For the entries below, the expected answer is the line with "filename src/app/flights/flight-chart.ts", the line with "if (s.length === 0)", and every line between them, exactly as written, and nothing more.

» **The input**
==========

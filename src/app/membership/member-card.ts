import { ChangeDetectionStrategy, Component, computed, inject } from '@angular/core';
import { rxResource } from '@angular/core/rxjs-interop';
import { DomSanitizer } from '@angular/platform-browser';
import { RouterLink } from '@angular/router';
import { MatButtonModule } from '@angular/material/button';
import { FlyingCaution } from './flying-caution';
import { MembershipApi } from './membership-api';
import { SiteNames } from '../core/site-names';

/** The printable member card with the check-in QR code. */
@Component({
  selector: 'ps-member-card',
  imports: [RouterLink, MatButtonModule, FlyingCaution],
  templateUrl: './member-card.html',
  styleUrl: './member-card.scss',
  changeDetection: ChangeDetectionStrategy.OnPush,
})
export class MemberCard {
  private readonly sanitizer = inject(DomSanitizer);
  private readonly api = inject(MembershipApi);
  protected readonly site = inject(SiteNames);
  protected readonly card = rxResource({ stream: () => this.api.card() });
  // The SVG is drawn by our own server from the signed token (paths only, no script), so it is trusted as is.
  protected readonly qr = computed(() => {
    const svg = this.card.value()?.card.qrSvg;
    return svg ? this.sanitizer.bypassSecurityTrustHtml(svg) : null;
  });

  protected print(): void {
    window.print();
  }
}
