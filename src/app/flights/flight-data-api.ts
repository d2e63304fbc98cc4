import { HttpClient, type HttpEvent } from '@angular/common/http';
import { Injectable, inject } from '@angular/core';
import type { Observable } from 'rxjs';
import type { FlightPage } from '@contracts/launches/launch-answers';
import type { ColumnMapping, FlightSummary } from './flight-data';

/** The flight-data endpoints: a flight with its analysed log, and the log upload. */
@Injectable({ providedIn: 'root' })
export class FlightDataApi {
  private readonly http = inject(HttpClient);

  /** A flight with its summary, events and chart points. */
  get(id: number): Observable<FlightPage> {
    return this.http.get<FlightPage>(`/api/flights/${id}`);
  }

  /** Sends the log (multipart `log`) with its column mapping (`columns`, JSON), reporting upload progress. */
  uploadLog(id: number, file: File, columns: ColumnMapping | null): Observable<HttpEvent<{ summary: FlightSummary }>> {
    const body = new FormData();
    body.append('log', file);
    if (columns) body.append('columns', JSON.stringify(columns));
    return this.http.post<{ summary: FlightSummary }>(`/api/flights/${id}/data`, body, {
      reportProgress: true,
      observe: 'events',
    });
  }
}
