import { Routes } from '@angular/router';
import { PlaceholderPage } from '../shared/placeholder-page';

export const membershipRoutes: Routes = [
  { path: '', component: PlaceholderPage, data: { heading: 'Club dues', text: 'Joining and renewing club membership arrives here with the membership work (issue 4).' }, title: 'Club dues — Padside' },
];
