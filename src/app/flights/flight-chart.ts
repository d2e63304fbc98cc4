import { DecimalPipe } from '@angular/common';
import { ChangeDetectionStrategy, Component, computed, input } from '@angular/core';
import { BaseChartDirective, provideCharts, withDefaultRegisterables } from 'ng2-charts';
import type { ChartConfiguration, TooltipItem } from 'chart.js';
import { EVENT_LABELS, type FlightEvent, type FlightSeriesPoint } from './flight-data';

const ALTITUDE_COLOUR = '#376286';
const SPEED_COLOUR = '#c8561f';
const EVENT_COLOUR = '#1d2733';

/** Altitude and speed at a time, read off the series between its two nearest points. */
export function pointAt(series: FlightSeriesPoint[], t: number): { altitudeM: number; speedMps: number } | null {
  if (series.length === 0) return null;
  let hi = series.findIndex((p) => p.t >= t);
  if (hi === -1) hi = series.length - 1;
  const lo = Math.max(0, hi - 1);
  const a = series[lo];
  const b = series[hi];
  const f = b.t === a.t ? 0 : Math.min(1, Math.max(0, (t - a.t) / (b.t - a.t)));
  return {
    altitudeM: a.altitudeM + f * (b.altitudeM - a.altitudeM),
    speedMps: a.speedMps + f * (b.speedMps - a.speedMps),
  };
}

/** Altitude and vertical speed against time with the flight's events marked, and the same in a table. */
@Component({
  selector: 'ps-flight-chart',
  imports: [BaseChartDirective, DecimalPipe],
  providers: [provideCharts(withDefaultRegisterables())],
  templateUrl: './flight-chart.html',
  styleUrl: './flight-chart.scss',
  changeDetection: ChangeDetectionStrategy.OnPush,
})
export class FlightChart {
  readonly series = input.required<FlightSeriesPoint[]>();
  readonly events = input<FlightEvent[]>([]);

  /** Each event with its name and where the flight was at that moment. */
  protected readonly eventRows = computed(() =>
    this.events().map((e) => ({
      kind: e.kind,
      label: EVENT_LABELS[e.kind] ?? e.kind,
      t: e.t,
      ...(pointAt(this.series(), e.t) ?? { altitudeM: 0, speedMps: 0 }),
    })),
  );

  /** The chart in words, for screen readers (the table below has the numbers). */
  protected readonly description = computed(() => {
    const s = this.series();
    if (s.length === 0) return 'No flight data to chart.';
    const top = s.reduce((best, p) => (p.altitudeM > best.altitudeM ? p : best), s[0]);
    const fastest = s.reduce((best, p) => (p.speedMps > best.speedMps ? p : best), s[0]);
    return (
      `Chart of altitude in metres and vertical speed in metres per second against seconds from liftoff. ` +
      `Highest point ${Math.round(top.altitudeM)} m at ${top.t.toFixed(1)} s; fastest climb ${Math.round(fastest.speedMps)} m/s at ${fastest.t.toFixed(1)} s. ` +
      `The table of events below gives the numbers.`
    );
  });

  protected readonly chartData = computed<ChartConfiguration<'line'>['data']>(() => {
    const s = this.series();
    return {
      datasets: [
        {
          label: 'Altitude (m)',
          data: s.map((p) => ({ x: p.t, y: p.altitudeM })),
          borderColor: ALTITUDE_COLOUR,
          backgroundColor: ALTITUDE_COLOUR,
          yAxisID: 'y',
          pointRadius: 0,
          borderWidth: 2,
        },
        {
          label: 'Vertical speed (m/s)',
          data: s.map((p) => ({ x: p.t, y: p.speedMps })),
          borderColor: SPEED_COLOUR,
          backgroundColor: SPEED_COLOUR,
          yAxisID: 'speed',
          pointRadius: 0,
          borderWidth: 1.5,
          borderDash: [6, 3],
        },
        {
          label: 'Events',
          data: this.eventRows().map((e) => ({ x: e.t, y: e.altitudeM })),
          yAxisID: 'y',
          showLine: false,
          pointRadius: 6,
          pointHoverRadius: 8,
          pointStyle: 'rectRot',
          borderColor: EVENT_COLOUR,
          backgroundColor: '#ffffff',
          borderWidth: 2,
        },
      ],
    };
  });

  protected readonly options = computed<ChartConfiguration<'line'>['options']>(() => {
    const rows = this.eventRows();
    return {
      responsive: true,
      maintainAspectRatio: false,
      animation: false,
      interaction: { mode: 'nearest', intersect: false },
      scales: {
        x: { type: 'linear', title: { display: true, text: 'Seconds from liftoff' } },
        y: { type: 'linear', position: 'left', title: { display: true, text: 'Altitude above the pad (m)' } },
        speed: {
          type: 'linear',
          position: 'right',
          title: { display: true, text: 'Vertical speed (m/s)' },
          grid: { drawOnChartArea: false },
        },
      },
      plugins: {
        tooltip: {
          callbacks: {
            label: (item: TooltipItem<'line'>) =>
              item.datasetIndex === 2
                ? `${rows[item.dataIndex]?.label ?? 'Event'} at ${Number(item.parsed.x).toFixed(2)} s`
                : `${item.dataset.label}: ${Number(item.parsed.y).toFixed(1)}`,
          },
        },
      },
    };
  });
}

==========

» **Result of this task**
filename src/app/flights/flight-chart.ts
repository d2e63304fbc98cc4
import { DecimalPipe } from '@angular/common';
import { ChangeDetectionStrategy, Component, computed, input } from '@angular/core';
import { BaseChartDirective, provideCharts, withDefaultRegisterables } from 'ng2-charts';
import type { ChartConfiguration, TooltipItem } from 'chart.js';
import { EVENT_LABELS, type FlightEvent, type FlightSeriesPoint } from './flight-data';

const ALTITUDE_COLOUR = '#376286';
const SPEED_COLOUR = '#c8561f';
const EVENT_COLOUR = '#1d2733';

/** Altitude and speed at a time, read off the series between its two nearest points. */
export function pointAt(series: FlightSeriesPoint[], t: number): { altitudeM: number; speedMps: number } | null {
  if (series.length === 0) return null;
  let hi = series.findIndex((p) => p.t >= t);
  if (hi === -1) hi = series.length - 1;
  const lo = Math.max(0, hi - 1);
  const a = series[lo];
  const b = series[hi];
  const f = b.t === a.t ? 0 : Math.min(1, Math.max(0, (t - a.t) / (b.t - a.t)));
  return {
    altitudeM: a.altitudeM + f * (b.altitudeM - a.altitudeM),
    speedMps: a.speedMps + f * (b.speedMps - a.speedMps),
  };
}

/** Altitude and vertical speed against time with the flight's events marked, and the same in a table. */
@Component({
  selector: 'ps-flight-chart',
  imports: [BaseChartDirective, DecimalPipe],
  providers: [provideCharts(withDefaultRegisterables())],
  templateUrl: './flight-chart.html',
  styleUrl: './flight-chart.scss',
  changeDetection: ChangeDetectionStrategy.OnPush,
})
export class FlightChart {
  readonly series = input.required<FlightSeriesPoint[]>();
  readonly events = input<FlightEvent[]>([]);

  /** Each event with its name and where the flight was at that moment. */
  protected readonly eventRows = computed(() =>
    this.events().map((e) => ({
      kind: e.kind,
      label: EVENT_LABELS[e.kind] ?? e.kind,
      t: e.t,
      ...(pointAt(this.series(), e.t) ?? { altitudeM: 0, speedMps: 0 }),
    })),
  );

  /** The chart in words, for screen readers (the table below has the numbers). */
  protected readonly description = computed(() => {
    const s = this.series();
    if (s.length === 0) return 'No flight data to chart.';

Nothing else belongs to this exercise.